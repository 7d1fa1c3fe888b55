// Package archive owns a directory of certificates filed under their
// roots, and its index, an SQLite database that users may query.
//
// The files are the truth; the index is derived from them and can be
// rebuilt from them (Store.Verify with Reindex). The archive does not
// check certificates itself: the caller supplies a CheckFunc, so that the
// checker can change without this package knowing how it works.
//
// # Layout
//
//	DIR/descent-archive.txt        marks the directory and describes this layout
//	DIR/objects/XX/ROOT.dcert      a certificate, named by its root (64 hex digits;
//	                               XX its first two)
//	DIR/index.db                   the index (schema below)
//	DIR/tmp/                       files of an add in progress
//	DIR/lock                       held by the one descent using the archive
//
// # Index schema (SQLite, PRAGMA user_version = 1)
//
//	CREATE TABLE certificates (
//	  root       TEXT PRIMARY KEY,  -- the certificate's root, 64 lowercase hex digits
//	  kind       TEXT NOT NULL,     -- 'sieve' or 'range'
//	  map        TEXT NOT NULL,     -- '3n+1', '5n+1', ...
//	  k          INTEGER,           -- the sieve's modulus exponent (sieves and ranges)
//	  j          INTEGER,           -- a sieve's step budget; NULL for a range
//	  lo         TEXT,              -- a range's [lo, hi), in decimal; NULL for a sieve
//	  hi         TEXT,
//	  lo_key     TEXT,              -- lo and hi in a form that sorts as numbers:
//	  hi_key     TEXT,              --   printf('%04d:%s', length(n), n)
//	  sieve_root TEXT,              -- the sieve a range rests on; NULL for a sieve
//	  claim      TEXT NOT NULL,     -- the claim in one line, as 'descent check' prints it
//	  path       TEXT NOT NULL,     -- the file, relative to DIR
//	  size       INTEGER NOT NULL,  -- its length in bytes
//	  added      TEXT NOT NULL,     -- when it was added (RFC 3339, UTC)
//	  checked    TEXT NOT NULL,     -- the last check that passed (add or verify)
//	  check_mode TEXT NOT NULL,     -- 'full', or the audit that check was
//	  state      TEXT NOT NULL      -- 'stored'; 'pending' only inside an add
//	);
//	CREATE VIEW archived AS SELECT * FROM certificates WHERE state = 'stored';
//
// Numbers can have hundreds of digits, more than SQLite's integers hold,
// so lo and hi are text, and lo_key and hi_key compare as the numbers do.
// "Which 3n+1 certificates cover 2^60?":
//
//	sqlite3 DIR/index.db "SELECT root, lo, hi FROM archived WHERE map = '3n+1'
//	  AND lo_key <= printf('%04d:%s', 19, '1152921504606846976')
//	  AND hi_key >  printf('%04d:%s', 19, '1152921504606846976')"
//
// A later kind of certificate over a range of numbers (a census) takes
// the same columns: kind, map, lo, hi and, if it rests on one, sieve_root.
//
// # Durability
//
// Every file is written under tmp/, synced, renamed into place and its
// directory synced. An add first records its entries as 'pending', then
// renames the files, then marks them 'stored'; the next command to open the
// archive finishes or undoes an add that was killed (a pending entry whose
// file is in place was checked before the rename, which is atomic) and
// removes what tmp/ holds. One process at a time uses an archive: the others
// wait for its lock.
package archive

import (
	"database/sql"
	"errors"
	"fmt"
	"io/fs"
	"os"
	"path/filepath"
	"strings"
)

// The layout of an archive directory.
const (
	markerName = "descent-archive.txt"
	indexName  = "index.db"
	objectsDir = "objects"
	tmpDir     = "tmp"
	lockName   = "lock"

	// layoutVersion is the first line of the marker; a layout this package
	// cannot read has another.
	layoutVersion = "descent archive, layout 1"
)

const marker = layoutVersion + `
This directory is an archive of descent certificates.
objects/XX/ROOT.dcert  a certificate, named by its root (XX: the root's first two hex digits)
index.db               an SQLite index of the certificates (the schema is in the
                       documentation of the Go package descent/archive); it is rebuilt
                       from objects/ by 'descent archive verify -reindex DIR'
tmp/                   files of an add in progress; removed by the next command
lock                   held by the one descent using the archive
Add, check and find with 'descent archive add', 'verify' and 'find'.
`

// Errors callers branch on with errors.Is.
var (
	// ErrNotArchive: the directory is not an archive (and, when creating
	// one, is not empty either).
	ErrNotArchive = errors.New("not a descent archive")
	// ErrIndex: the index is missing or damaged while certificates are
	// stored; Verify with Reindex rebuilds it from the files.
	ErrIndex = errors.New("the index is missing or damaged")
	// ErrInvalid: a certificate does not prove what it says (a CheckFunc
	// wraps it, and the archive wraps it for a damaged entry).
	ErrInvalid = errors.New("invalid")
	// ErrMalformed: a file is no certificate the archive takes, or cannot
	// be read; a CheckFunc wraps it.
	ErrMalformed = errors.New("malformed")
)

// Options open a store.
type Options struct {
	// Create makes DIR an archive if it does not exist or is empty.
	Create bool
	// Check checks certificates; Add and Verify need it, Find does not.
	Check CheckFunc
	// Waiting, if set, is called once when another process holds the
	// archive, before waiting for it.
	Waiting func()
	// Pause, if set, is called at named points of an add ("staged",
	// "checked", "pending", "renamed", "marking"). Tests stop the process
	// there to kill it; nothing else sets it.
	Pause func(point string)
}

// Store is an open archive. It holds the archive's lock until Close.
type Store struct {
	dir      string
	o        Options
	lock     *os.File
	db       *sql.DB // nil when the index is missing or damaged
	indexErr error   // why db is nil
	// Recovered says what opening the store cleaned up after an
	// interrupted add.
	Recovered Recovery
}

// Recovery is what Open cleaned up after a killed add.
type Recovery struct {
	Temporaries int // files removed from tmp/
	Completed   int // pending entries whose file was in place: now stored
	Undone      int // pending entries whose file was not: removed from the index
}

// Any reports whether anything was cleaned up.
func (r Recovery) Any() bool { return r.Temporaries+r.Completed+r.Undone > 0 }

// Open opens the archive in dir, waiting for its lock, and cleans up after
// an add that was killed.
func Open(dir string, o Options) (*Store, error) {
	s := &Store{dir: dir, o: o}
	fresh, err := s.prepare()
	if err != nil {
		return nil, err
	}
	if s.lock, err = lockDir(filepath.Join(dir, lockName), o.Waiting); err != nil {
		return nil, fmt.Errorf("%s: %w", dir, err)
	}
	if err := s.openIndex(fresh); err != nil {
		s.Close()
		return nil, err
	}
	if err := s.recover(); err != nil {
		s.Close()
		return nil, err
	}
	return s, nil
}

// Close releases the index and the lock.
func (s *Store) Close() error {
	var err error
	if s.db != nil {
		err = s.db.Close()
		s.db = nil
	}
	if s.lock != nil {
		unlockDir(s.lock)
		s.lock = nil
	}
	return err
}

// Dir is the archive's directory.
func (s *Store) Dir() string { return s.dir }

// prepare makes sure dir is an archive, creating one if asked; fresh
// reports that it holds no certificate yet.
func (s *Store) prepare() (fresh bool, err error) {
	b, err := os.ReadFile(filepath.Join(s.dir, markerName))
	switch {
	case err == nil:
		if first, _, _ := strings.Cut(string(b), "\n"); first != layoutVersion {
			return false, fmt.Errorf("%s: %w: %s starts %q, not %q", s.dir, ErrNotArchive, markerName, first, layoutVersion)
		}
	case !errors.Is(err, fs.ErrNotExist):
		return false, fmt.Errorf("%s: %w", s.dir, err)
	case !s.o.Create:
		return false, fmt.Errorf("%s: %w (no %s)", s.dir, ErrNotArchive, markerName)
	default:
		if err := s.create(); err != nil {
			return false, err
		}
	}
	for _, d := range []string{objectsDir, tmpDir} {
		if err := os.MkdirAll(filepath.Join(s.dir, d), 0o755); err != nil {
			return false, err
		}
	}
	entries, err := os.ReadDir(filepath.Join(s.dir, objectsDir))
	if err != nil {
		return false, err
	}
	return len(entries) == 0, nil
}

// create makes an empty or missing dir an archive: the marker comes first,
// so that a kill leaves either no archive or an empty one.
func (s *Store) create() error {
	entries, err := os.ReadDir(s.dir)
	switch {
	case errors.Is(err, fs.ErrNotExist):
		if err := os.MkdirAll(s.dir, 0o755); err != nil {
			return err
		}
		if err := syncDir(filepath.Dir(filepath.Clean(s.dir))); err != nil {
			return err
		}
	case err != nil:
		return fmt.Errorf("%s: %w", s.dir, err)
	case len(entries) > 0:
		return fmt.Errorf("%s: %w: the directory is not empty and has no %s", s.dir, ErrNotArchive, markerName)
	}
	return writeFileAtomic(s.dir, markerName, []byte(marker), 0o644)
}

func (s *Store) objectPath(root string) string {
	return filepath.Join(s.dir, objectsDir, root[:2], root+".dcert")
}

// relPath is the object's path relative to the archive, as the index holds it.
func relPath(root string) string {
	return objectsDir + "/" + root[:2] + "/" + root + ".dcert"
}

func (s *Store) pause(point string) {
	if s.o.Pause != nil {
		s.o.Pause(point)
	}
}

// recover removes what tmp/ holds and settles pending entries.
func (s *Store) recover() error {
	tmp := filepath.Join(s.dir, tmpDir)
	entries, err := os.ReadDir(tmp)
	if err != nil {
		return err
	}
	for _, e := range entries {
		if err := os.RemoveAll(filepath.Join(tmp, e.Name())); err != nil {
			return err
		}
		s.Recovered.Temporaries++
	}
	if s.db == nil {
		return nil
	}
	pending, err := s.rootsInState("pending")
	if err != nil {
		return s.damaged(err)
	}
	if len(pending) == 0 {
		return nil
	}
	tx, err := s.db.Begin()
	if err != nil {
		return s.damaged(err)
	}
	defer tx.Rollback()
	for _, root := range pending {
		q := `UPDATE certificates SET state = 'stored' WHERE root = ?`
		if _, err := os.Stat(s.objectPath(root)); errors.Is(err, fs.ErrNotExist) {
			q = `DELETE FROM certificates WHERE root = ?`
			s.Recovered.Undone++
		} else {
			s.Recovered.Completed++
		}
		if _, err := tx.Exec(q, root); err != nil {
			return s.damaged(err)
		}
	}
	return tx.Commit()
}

_ _ _ _ _

EXERCISE OBJECTIVE: Print, please, the lines above from the very first through the one that holds "decimal; NULL for a sieve", both included, word for word and with nothing else.

ANSWER FOR THIS EXERCISE:
repository 7d1fa1c3fe888b55
// Package archive owns a directory of certificates filed under their
// roots, and its index, an SQLite database that users may query.
//
// The files are the truth; the index is derived from them and can be
// rebuilt from them (Store.Verify with Reindex). The archive does not
// check certificates itself: the caller supplies a CheckFunc, so that the
// checker can change without this package knowing how it works.
//
// # Layout
//
//	DIR/descent-archive.txt        marks the directory and describes this layout
//	DIR/objects/XX/ROOT.dcert      a certificate, named by its root (64 hex digits;
//	                               XX its first two)
//	DIR/index.db                   the index (schema below)
//	DIR/tmp/                       files of an add in progress
//	DIR/lock                       held by the one descent using the archive
//
// # Index schema (SQLite, PRAGMA user_version = 1)
//
//	CREATE TABLE certificates (
//	  root       TEXT PRIMARY KEY,  -- the certificate's root, 64 lowercase hex digits
//	  kind       TEXT NOT NULL,     -- 'sieve' or 'range'
//	  map        TEXT NOT NULL,     -- '3n+1', '5n+1', ...
//	  k          INTEGER,           -- the sieve's modulus exponent (sieves and ranges)
//	  j          INTEGER,           -- a sieve's step budget; NULL for a range
//	  lo         TEXT,              -- a range's [lo, hi), in decimal; NULL for a sieve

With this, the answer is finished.